This is something that’s been bugging me for a bit now. In some cases you see code that is a series of overloads, but when you look at the actual implementation you realize they do logically different things. However writing them as overloads allows the caller to ignore this and get the same end result. But would it be more sound to name the methods more explicitly then to write them as overloads?
public void LoadWords(string filePath)
{
var lines = File.ReadAllLines(filePath).ToList();
LoadWords(lines);
}
public void LoadWords(IEnumerable<string> words)
{
// loads words into a List<string> based on some filters
}
Would these methods better serve future developers to be named as LoadWordsFromFile()
and LoadWordsFromEnumerable()
? It seems unnecessary to me, but if that is better what programming principle would apply here?
On the flip side it’d make it so you didn’t need to read the signatures to see exactly how you can load the words, which as Uncle Bob says would be a double take. But in general is this type of overloading to be avoided then?
2
I really wonder why the version with actual IO has been added to the class in the first place. What’s the point here? How is that the responsibility of the class?
Why not add a method to load the words from a zipped file, or from an .xml or a .json or a .doc or an SQL database or over http or ftp or whatever? Because it’s not the responsibility of the class, that’s why!
Particularly the file name based method adds a dependency against a global object. Which is anything but ideal if you ask me.
So I would argue that the programming principle that would apply here is composition.
loader.LoadWords(someList)
loader.LoadWords(File.ReadAllLines(somePath).ToList())
loader.LoadWords(Http.get(someUrl).split(NEWLINE))
- …
Tying together a particular method of loading the data and a particular method of processing it should not be done in the class itself, but in another module, whose responsibility it is to carry out just that composition. Could be an IoC container or something, but it doesn’t have to be as fancy as that.
13
This violates at least three principles of object-oriented programming, and potentially a fourth.
First, this violates the Principle of Least Astonishment. Let’s assume we are given documentation for only one of the methods, and we have to infer what the other does. First:
// Reads words from a file
public void LoadWords(string)
// ???
public void LoadWords(IEnumerable<string>)

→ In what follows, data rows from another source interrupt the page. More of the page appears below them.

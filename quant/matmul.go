package quant

import (
	"fmt"
	"math"

	"github.com/plumbref/plumb/compare"
	"github.com/plumbref/plumb/internal/num"
	"github.com/plumbref/plumb/internal/vocab"
)

// MatMulInt8 returns the product of two quantised matrices, a [M, K] and b
// [K, N], as integer arithmetic computes it (Jacob et al. 2018, arXiv
// 1712.05877, §2.2–2.3, Eq. (3)–(7)): the int32 sums
//
//	acc[i, j] = Σₖ (qa[i, k] − za)·(qb[k, j] − zb)
//
// accumulated exactly in int32, and the rescaled result
//
//	out[i, j] = sa·sb·acc[i, j]
//
// rounded once to float64: sa·sb is exact (two scales of at most 24
// significand bits each), and the product with acc is one rounding. The
// scales and zero points are per tensor, per row of a (PerChannel with
// ChannelRows) or per column of b (PerChannel with ChannelCols): those the
// sum over k does not cross. Eq. (7) of Jacob et al. expands the same sum
// into Σ qa·qb and correction terms; the two are equal in exact integer
// arithmetic, which int32 is here.
//
// Overflow is ruled out before anything is summed: every term is at most
// ma·mb in magnitude, where ma is the largest |q − z| a's codes and zero
// points allow (128 for symmetric full-range int8, 127 clipped, 255 at most
// with a zero point), so the sum is at most K·ma·mb, and K·ma·mb must not
// exceed 2^31 − 1. For symmetric int8 that is K ≤ 131071 with both operands
// full range (K·128·128), K ≤ 132104 with one clipped (K·127·128) and
// K ≤ 133144 with both clipped (K·127·127).
//
// MatMulInt8 has no float32 twin (codes in, float64 out; see Dequantise).
//
// Special cases are:
//
//	M, K or N = 0               empty or zero results
//	a.Cols ≠ b.Rows             error ErrSize
//	K·ma·mb > 2^31 − 1          error ErrOverflow
//	a per-group scheme, a per-column a or a per-row b  error ErrOption
//	an asymmetric-float operand (no integer zero point)  error ErrOption
//	and those of Dequantise for each operand
func MatMulInt8(a, b Tensor) (acc []int32, out []float64, err error) {
	return matMulInt8("MatMulInt8", a, b)
}

func matMulInt8(fn string, a, b Tensor) (acc []int32, out []float64, err error) {
	ga, err := a.check(fn)
	if err != nil {
		return nil, nil, err
	}
	gb, err := b.check(fn)
	if err != nil {
		return nil, nil, err
	}
	for _, o := range []struct {
		name string
		s    Scheme
		ok   Channel
	}{{"a", a.Scheme, ChannelRows}, {"b", b.Scheme, ChannelCols}} {
		if o.s.Symmetry == AsymmetricFloat {
			return nil, nil, fmt.Errorf("%w: %s: %s.Scheme.Symmetry = %v; want integer zero points (symmetric or asymmetric), which an int32 sum can carry", ErrOption, fn, o.name, o.s.Symmetry)
		}
		if o.s.Granularity == PerGroup || (o.s.Granularity == PerChannel && o.s.Channel != o.ok) {
			return nil, nil, fmt.Errorf("%w: %s: %s.Scheme = %v %v; want per-tensor or per-channel %v scales, which the sum over k does not cross", ErrOption, fn, o.name, o.s.Granularity, o.s.Channel, o.ok)
		}
	}
	if a.Cols != b.Rows {
		return nil, nil, fmt.Errorf("%w: %s: b.Rows = %d; want a.Cols = %d", ErrSize, fn, b.Rows, a.Cols)
	}
	m, k, n := a.Rows, a.Cols, b.Cols
	if err := checkShape(fn, "output", -1, m, n); err != nil {
		return nil, nil, err
	}
	ma, mb := a.spread(), b.spread()
	if bound := int64(k) * int64(ma) * int64(mb); bound > math.MaxInt32 {
		return nil, nil, fmt.Errorf("%w: %s: K·ma·mb = %d·%d·%d = %d; want at most 2^31 − 1 (ma, mb: the largest |code − zero point| of a and b)", ErrOverflow, fn, k, ma, mb, bound)
	}
	acc = make([]int32, m*n)
	out = make([]float64, m*n)
	for i := range m {
		for j := range n {
			ba, bb := ga.block(i, 0), gb.block(0, j)
			za, zb := int32(a.zero(ba)), int32(b.zero(bb))
			var s int32
			for p := range k {
				s += (int32(a.Codes[i*k+p]) - za) * (int32(b.Codes[p*n+j]) - zb)
			}
			acc[i*n+j] = s
			scale := a.Scales[ba] * b.Scales[bb] // exact
			out[i*n+j] = scale * float64(s)
		}
	}
	return acc, out, nil
}

// spread returns the largest |q − z| the codes and zero points of t allow.
func (t *Tensor) spread() int {
	lo, hi := t.Scheme.Limits()
	m := max(-lo, hi)
	for _, z := range t.Zeros {
		m = max(m, hi-int(z), int(z)-lo)
	}
	return m
}

// WeightOnly returns the product of x, activations [m, K] row-major, and
// the quantised weights w [K, N], dequantised exactly: each output
//
//	y[i, j] = Σₖ x[i, k]·ŵ[k, j],   ŵ = (q − z)·s as Dequantise gives it,
//
// (exact, except with a float zero point: then ŵ is (q − z)·s rounded once
// to float64, as Dequantise returns it),
//
// computed exactly (a big-integer sum of exact products) and rounded once
// to out: float64 (compare.Float64: rounded once to float64), float32,
// binary16, bfloat16, or any other compare.Format, with that format's
// overflow (compare.Format.Round). The reference a weight-only kernel is
// judged against is so the exact product of its inputs as stored, not the
// product with unquantised weights.
//
// Special cases are:
//
//	m, K or N = 0               empty or zero results
//	NaN or ±Inf in x            the float64 sum of the products (NaN or ±Inf), rounded to out
//	an exact sum beyond out's largest value  ±Inf (NaN for E4M3), as Round gives it
//	len(x) ≠ m·w.Rows           error ErrLength
//	an invalid out              error ErrOption
//	and those of Dequantise for w
func WeightOnly(x []float64, m int, w Tensor, out compare.Format) ([]float64, error) {
	return weightOnly("WeightOnly", x, m, w, out)
}

// WeightOnly32 is WeightOnly of float32 activations (widened exactly), its
// result rounded once to out and held in float32; out = compare.Float64,
// which float32 cannot hold, is taken as compare.Float32.
//
// Special cases are those of WeightOnly.
func WeightOnly32(x []float32, m int, w Tensor, out compare.Format) ([]float32, error) {
	if out == compare.Float64 {
		out = compare.Float32
	}
	return weightOnly("WeightOnly32", x, m, w, out)
}

func weightOnly[T num.Float](fn string, x []T, m int, w Tensor, out compare.Format) ([]T, error) {
	if err := out.Check(); err != nil {
		return nil, vocab.At(err, ErrOption, fn+": out")
	}
	if err := checkShape(fn, "x", len(x), m, w.Rows); err != nil {
		return nil, err
	}
	if err := checkShape(fn, "output", -1, m, w.Cols); err != nil {
		return nil, err
	}
	if _, err := w.check(fn); err != nil {
		return nil, err
	}
	wd, _ := Dequantise(w) // w is valid

	k, n := w.Rows, w.Cols
	y := make([]T, m*n)
	for i := range m {
		for j := range n {
			s := newExactSum()
			for p := range k {
				s.addProduct(float64(x[i*k+p]), wd[p*n+j], 1, 0)
			}
			y[i*n+j] = T(s.round(out)) // exact: the value is one of out's, within T
		}
	}
	return y, nil
}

It would be very easy to look at the first, and think that the second would read words from a list of files. That would be consistent behavior. It doesn’t, though. Now the reverse:
// ???
public void LoadWords(string)
// Loads the IEnumerable of strings into words
public void LoadWords(IEnumerable<string>)
It would now be very easy to look at the second, and think that the first would load a single word. Instead, I would get IO errors or potentially something totally unexpected (if the word happened to match a real file name) if I tried to use it as such. This method is hard to reason about because the behaviors are so different.
Second, this code violates the Law of Demeter. In a method, I now have to reach out and interact with the file system, which is a totally unrelated object at a completely different level of abstraction. Where before I was dealing with filtering and saving words, now I have to worry about file system code. I have to know how to get to the file system, open a file, read a file, close a file, tokenize the file contents, catch any exception any of those might incur, etc. This should not be this class’s responsibility, which also shows it is a violation of the Single Responsibility Principle.
Finally, we can also violate the Open-Closed Principle. Say we need to overload the method to read from a network stream. We have to open up this class to add the additional functionality. This also exacerbates the Demeter and SRP violations.
If the methods are named more explicitly, we start to leak out implementation details about our class. In this case, the reason is that the responsibilities should not lie in our class. We should push those implementation decisions out to the class’s clients. This allows them to make the decision, as they were already doing, but offers them far more flexibility and control, while alleviating your class of the burden of handling all those details internally.
back2dos’ answer shows how to accomplish this through client code.
Elaborating on @back2dos answer, there are two things going on in your code.
- loading words into a List based on some filters
- parsing words (in this case, from a file, splitting on new lines)
So I’d vote for two methods. Note – I’m a Java guy so I’m guessing about the types…
void filterWords(IEnumerable<string> rawwords) // note - why return void instead of List?
List<string> parseWords(InputStream in)
Whether these belong in separate classes or one class depends on how specific splitting on new lines is to this particular class. If that happens other places in your code (or you can easily imagine it happening in the future) that should be split off.
By using a stream instead of a filename in parseWords you gain some flexibility and abstraction (e.g., you could use an Http GET). Perhaps stream is not the right abstraction, if so, think about what is right.